Ahora bien, las estructuras cerebrales donde las neuronas reciben y envían señales se agrupan en núcleos, no en capas. Ejemplo de esas agrupaciones es el núcleo accumbens, estructura subcortical que
desempeña un papel importante en la creación de vínculos familiares. La sociabilidad en los mamíferos difiere
de la observada en animales que carecen de corteza, como
las abejas, las termitas y los peces. Es más sensible a las
contingencias del medio.
Cuando afirmamos que el cerebro de nuestros antepasados mamíferos estaba adaptado para la sociabilidad,
hemos de entender el significado de la adaptación en
biología evolutiva.
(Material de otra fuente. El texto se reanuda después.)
#pragma once
// Staff: roles with rosters answer the tasks that notices create. A task waits
// while everyone on duty in its role is busy; if nobody takes it up within the
// timeout on its role's escalation edge it moves to the next role.
//
// Decisions (documented here and in the README):
// - Minutes per task are keyed by the task, not by its place in any list: the
//   stream of (seed, replication, task_minutes, entity_key(encounter, notice
//   instant, occurrence, escalation step)), drawn when the task starts at the
//   role that step reached. `occurrence` counts earlier notices of the same
//   encounter at the same instant in this plan (0 almost always). So the same
//   notice for the same patient draws the same numbers in every plan, whatever
//   the roster, the queue discipline, the other plans or the plan's position
//   in the scenario (common random numbers); an escalated task draws afresh at
//   each step. The key holds the step, not the role's name: a sweep's staffing
//   axis answers with copies of a role under other names, and two plans paging
//   different roles should differ by the roles' minute distributions only, not
//   by their draws.
// - Simultaneous events run in this order: shift change, task finishes, then
//   escalation timeouts, then new notices (in input order), then new other work. So a colleague who
//   finishes at the instant a timeout falls takes the task up before it
//   escalates, and staff freed at an instant serve notices of that instant.
// - End of shift, policy `hand_over` (default): an evaluation in progress is
//   handed over to an incoming colleague of the same role, who continues it
//   (it keeps its finish time and occupies one of the incoming staff). When the
//   incoming shift has fewer people than tasks in progress, the outgoing staff
//   finish the surplus (those nearest completion) in overtime; they take no new
//   task. Both are visible in the record (handed_over, overtime_seconds).
//   Policy `drop`: an evaluation in progress at shift end is abandoned and
//   counted (fate dropped_at_shift_end). Tasks still waiting stay in the queue
//   for the incoming shift under either policy.
// - Queue: FIFO by the time the task joined the role's queue (an escalated
//   task joins at the back), or highest score first (ties FIFO). Ties at one
//   instant go in notice order. Other work (sim/other_work.hpp) enters by its
//   declared priority before anything else: a waiting task of priority
//   `above` is taken up before every waiting alert task, one of `below` after
//   all of them; one of `equal` shares the alert tasks' queue, FIFO by joining
//   time under fifo (an alert task first at the same instant), and after the
//   alert tasks waiting under priority_by_score (it has no score). Nothing
//   preempts work already begun.
#include <cstdint>
#include <limits>
#include <span>
#include <string>
#include <string_view>
#include <vector>

#include "models/random_streams.hpp"
#include "models/time.hpp"
#include "sim/escalation.hpp"
#include "sim/notice.hpp"
#include "sim/other_work.hpp"
#include "sim/service_time.hpp"
#include "sim/shifts.hpp"

namespace tocsin {

// Headcount on duty, per daily shift start of the ShiftPattern.
struct Roster {
    std::vector<int> by_shift;                 // one per pattern start, e.g. {day, night}
    std::vector<std::vector<int>> by_weekday;  // empty, or 7 rows (Monday..Sunday) like by_shift, overriding it
};
int headcount(const Roster& roster, const Shift& shift);

struct Role {
    std::string name;             // e.g. "ward nurse"
    bool per_unit = false;        // one team on each unit (true) or one team for the hospital
    Roster roster;                // per unit when per_unit
    ServiceTime minutes_per_task = FixedMinutes{15.0};
    std::vector<OtherWorkClass> other_work;  // work no score raised, competing for the same staff
};

struct StaffModel {
    std::vector<Role> roles;
    EscalationGraph escalation;   // over the same roles in the same order
    std::uint32_t unit_count = 1; // units of per-unit roles; notices name a unit below this
};

// Empty when usable, else every problem, one per line, naming the role.
std::string staff_model_problems(const StaffModel& model, const ShiftPattern& pattern);
// Per role: is anybody on duty on at least one shift of the pattern (any weekday)?
std::vector<bool> roles_ever_staffed(std::span<const Role> roles);

enum class QueueDiscipline : std::uint8_t { fifo, priority_by_score };
enum class ShiftEndPolicy : std::uint8_t { hand_over, drop };
// `drop` is the loss system: a task finding nobody free at once is dropped.
enum class WhenAllBusy : std::uint8_t { wait, drop };

// What one plan asks of the staff.
struct StaffPlan {
    std::uint32_t first_role = 0;  // the role each notice's task goes to first
    QueueDiscipline discipline = QueueDiscipline::fifo;
    ShiftEndPolicy at_shift_end = ShiftEndPolicy::hand_over;
    WhenAllBusy when_all_busy = WhenAllBusy::wait;
};

// Exactly one per task.
enum class TaskFate : std::uint8_t {
    finished,                 // taken up at its first role and finished
    escalated_then_finished,  // escalated at least once, then finished
    in_progress_at_end,       // being worked on when the run ended
    never_taken_up,           // still waiting when the run ended
    dropped_at_shift_end,     // policy drop: abandoned when its staff member's shift ended
    dropped_nobody_free,      // loss system: nobody free when it arrived at a role
};
std::string_view to_string(TaskFate fate);
inline constexpr int task_fate_count = 6;

inline constexpr Instant no_instant = std::numeric_limits<Instant>::min();

struct TaskRecord {
    Instant created = 0;             // the notice's instant
    Instant started_at = no_instant; // evaluation start; no_instant when never started
    // When work stopped: finish, drop, or the end of the run (in progress);
    // for tasks never started, when it was dropped or the end of the run.
    Instant ended_at = no_instant;
    double score = 0.0;
    std::uint32_t notice = 0;        // index into the input notices
    std::uint32_t encounter = 0;
    std::uint32_t unit = 0;
    std::uint32_t first_role = 0;
    std::uint32_t role = 0;          // role at evaluation start, or where it was when it ended unstarted
    Seconds service_seconds = 0;     // minutes drawn for `role`, in seconds (0 when never started)
    Seconds overtime_seconds = 0;    // worked by an outgoing member after their shift ended
    std::uint8_t escalations = 0;    // edges followed along the plan's escalation path
    bool handed_over = false;        // continued by an incoming colleague at a shift change
    TaskFate fate = TaskFate::never_taken_up;

    bool started() const { return started_at != no_instant; }
    Seconds wait_seconds() const { return started_at - created; }  // only when started
};

// Time integrals over the run for one team, kept by the event loop itself
// (independently of the task records) for checks such as Little's law.
struct TeamLoad {
    std::uint32_t role = 0;
    std::uint32_t unit = 0;             // 0 for hospital-wide roles
    double busy_staff_seconds = 0.0;    // integral of staff busy (incl. overtime)
    double waiting_task_seconds = 0.0;  // integral of tasks waiting
};

struct StaffRun {
    Instant start = 0;  // first shift start of the calendar
    Instant until = 0;  // end of the run (exclusive)
    std::vector<TaskRecord> tasks;  // one per notice, in notice order
    std::vector<TeamLoad> teams;    // their integrals include other work
    // One per task of other work, in the order given; `notice` is its index
    // there, `encounter` and `score` are 0, `first_role` = `role`.
    std::vector<TaskRecord> other_tasks;
};

// Runs one plan's notices (sorted by `at`; each at in [calendar start, until),
// unit < model.unit_count) through the staff, drawing minutes as above from `draws`.
// Throws std::invalid_argument on unsorted or out-of-range notices or an invalid model.
StaffRun simulate_staff(std::span<const Notice> notices, const StaffModel& model, const StaffPlan& plan,
                        const ShiftCalendar& calendar, Instant until, ReplicationSeed draws);
// The same with the teams' other work (sorted by `at`, each in [calendar
// start, until), naming a role, unit and class of `model`), which the
// staff take up beside the notices' tasks.
StaffRun simulate_staff(std::span<const Notice> notices, std::span<const OtherTask> other_work,
                        const StaffModel& model, const StaffPlan& plan, const ShiftCalendar& calendar, Instant until,
                        ReplicationSeed draws);

// The task_minutes entity of a notice's task after `escalation_step` escalations (see above).
std::uint64_t task_minutes_entity(std::uint32_t encounter, Instant at, std::uint32_t occurrence,
                                  std::uint32_t escalation_step);

}  // namespace tocsin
Adaptación es, en ese contexto, la
reconfiguración de una función existente para producir
algo nuevo que resulta ventajoso en la lucha por la supervivencia. Unos pocos genes se alteran o duplican y,
con ello, la vieja función cobra un aire nuevo y una
aplicación inédita. En los mamíferos, la sociabilidad fue
favorecida por la selección natural. El último antepasado
común de homininos y chimpancés vivió hace entre
cinco y ocho millones de años. El encéfalo de los homi-
ninos se expandió muchísimo, en particular la corteza
cerebral. El de Homo sapiens triplica el de los chimpancés.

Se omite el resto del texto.